Two primary school sisters made their television debut showcasing the culinary delights from their home city Bradford.
Fatimah, 8, and Tayyibah, 6, appeared on a children’s CBBC show ‘All Over The World’, where presenters and guest hosts travel across the UK and world to highlight unique attractions and events.
The girls are daughters of Yorkshire born and bred Waqar Ali who now runs his family’s renowned Sweet Centre restaurant in Lumb Lane, Bradford.
The opportunity arose for the girls after Waqar received an email from the BBC for a series, and were looking for children to partake in fun, cooking and comedy.
“Fortunately Fatimah and Tayyibah both fitted the description and credentials to participate in the show,” says Waqar.
“The series was to be filmed with some of the best-catering outlets in the UK with an element of cooking and comedy.
“And so, the girls and I were asked to make a popular traditional Asian sweet dessert for viewers.”
As CBBC’s host Ed Petrie went on a bizarre quest to find the most unusual, strange and amazing places to visit in the UK, he made his stop to Bradford.
French food critic Rene Mangetout requested Fatimah and Tayyibah show him how to make their favourite sweet treat.
They chose their favourite – Gulab Jamun – a delicious sweet treat consisting of sticky-sweet, deep-fried dough balls.
Fatimah comments: “It was really fun and easy filming with the French actor.
“But the hardest thing of all was trying not to laugh when he rewarded us at the end by drawing moustaches on our faces – it was very hard,” she giggles.
Meanwhile, Tayyibah thinks she’s the one more in control in the kitchen.
“I am definitely the bossiest… don’t ask me why because I just don’t know – maybe because Fatimah is quieter compared to me,” says Tayyibah chuckling.
Talking about the highlight of being on telly, she adds: “The best thing about cooking on TV was shaping the gulab jamun; even better was eating them after – warmed up with vanilla ice cream!”
Learning from the best – their dad, Fatimah and Tayyibah practised ahead of filming to show the Frenchman a trick or two about Asian desserts.
But this isn’t the first time Sweet Centre has been in the national limelight.
Waqar has previously been filmed with famous Chef Ainsley Harriot and Len Goodman sharing his grandfather’s famous lamb-on-the-bone karahi, which still today is the restaurant’s most popular dish.
Talking about why he quit law to take on the duties of running and managing a restaurant alongside his father Zulficar Ali, Waqar says: “It was the loss of our grandfather Haji Mohammed Bashir that influenced my decision to carry on the Sweet Centre restaurant legacy.
“The restaurant was established in December 1964 by the late Haji Mohammed Bashir and Haji Abdul Rehman.
“Their names are still very much out there as pioneers of what they accomplished back in the day at a time when mill hands came to Bradford in the 60s.

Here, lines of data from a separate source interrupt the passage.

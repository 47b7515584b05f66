import { Router, type RequestHandler } from 'express';
import { idParams } from '../../../shared/contracts/common';
import { createInviteRequest, inviteParams, inviteTokenParams } from '../../../shared/contracts/invites';
import { route } from '../../lib/async-route';
import { currentUser } from '../../lib/auth-middleware';
import { parse } from '../../lib/validate';
import type { InvitesService } from './invites.service';

export function invitesRoutes(invites: InvitesService, requireAuth: RequestHandler): Router {
  const router = Router();
  router.get(
    '/hunts/:id/invites',
    requireAuth,
    route(async (req, res) => {
      res.json(await invites.list(currentUser(req).id, parse(idParams, req.params).id));
    }),
  );
  router.post(
    '/hunts/:id/invites',
    requireAuth,
    route(async (req, res) => {
      const { id } = parse(idParams, req.params);
      res.status(201).json(await invites.invite(currentUser(req).id, id, parse(createInviteRequest, req.body).email));
    }),
  );
  router.delete(
    '/hunts/:id/invites/:inviteId',
    requireAuth,
    route(async (req, res) => {
      const { id, inviteId } = parse(inviteParams, req.params);
      await invites.revoke(currentUser(req).id, id, inviteId);
      res.status(204).end();
    }),
  );
  // The accept page reads this before anyone signs in.
  router.get(
    '/invites/:token',
    route(async (req, res) => {
      res.setHeader('Cache-Control', 'no-store');
      res.json(await invites.preview(parse(inviteTokenParams, req.params).token));
    }),
  );
  router.post(
    '/invites/:token/accept',
    requireAuth,
    route(async (req, res) => {
      res.json(await invites.accept(currentUser(req).id, parse(inviteTokenParams, req.params).token));
    }),
  );
  return router;
}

They craved authentic food from Pakistan and India, including Asian sweets such as mithai (sweetmeats) and halwa.”
Confessing to not having a television set in his home, the former lawyer says that his wife has the hardest job of all raising their four beautiful girls.
“The home environment is beautiful but, at times, crazy. Come on… five girls and me? I’ve got no chance!” he laughs.

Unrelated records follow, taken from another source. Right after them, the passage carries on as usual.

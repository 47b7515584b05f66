import { Column, Entity, Index, JoinColumn, ManyToOne, PrimaryColumn } from 'typeorm';
import { HuntEntity } from '../hunts/hunt.entity';
import { UserEntity } from '../users/user.entity';

export type MemberRole = 'owner' | 'crew';

/** Who may see a hunt: its owner (one row with role owner) and its crew. Every hunt query joins through here. */
@Entity({ name: 'hunt_members' })
@Index('hunt_members_user', ['userId'])
export class HuntMemberEntity {
  @PrimaryColumn({ name: 'hunt_id', type: 'uuid' })
  huntId: string;

  @PrimaryColumn({ name: 'user_id', type: 'uuid' })
  userId: string;

  @ManyToOne(() => HuntEntity, { onDelete: 'CASCADE' })
  @JoinColumn({ name: 'hunt_id' })
  hunt?: HuntEntity;

  @ManyToOne(() => UserEntity, { onDelete: 'CASCADE' })
  @JoinColumn({ name: 'user_id' })
  user?: UserEntity;

  @Column({ type: 'varchar', length: 8 })
  role: MemberRole;

  @Column({ name: 'joined_at', type: 'timestamptz' })
  joinedAt: Date;
}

“Along with Fatimah and Tayyibah, we’ve got Farha – she’s five, and our two-year-old Hafsa. My wife and I hands-down agree that Hafsa runs the house at her tender yet bossy age.
“The girls are very proactive at home, all four of them are into languages, they are keen learners of Arabic.
“Fatimah loves writing stories and has a deep-thinking philosophical character whereas Tayyibah is very artistic and creative who loves painting and drawing.
“They both collectively love cooking and they carry out the ‘good cop – bad cop’ routine in the kitchen.”